Activity: Find the line containing "min = Math.min(min, v);". Reproduce it and every line after it up to the end of the records, exactly as written.
*** Opening of Given data ***
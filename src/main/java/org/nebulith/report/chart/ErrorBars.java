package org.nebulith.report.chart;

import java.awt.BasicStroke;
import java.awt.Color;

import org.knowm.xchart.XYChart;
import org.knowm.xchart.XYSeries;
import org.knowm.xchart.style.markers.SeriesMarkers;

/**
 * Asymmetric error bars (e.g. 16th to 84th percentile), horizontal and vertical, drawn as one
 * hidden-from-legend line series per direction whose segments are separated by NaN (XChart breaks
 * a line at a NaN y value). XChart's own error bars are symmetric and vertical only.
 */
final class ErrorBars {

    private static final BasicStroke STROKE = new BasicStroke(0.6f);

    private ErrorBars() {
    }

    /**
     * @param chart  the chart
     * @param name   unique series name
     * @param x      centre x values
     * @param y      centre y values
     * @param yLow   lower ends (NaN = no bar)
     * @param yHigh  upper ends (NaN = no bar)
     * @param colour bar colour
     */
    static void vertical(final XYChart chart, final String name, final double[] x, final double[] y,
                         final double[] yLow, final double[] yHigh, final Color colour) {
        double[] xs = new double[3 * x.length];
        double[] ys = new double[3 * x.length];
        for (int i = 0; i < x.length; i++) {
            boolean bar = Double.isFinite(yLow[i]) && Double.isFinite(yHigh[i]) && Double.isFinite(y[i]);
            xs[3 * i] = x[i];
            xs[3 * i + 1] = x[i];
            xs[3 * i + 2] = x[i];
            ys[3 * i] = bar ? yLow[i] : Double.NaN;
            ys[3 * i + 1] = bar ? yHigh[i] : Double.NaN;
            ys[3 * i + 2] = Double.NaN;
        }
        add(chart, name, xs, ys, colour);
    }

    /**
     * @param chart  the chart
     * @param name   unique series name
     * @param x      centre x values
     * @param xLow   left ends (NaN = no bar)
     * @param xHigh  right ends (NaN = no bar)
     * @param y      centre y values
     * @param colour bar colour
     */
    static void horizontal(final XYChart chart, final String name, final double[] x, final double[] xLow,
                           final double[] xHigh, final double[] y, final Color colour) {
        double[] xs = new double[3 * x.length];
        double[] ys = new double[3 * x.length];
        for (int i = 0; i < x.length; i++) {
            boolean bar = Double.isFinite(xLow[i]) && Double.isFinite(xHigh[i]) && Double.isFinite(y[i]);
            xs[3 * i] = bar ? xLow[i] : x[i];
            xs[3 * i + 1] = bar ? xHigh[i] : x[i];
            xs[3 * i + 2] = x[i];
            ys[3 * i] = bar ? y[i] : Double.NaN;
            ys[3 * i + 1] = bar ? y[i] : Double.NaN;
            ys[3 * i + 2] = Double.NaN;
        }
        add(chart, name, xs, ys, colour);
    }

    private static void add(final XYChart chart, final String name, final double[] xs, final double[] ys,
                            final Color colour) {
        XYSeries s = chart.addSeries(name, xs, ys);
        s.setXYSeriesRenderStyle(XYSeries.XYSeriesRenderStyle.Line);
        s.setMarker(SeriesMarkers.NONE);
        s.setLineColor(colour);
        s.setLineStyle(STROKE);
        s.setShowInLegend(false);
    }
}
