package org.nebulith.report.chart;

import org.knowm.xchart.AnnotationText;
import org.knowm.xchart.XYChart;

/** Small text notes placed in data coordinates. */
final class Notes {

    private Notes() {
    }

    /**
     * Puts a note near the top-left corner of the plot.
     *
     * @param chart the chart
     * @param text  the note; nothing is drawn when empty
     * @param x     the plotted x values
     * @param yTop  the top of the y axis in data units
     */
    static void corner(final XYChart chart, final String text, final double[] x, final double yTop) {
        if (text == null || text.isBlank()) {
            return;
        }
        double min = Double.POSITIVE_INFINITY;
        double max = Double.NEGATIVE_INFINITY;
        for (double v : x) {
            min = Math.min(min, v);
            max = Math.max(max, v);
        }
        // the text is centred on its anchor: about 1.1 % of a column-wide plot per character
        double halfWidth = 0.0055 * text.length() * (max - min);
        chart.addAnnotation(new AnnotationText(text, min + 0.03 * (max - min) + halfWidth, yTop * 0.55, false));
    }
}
*** Close of Given data ***
Worked solution:
            min = Math.min(min, v);
            max = Math.max(max, v);
        }
        // the text is centred on its anchor: about 1.1 % of a column-wide plot per character
        double halfWidth = 0.0055 * text.length() * (max - min);
        chart.addAnnotation(new AnnotationText(text, min + 0.03 * (max - min) + halfWidth, yTop * 0.55, false));
    }
}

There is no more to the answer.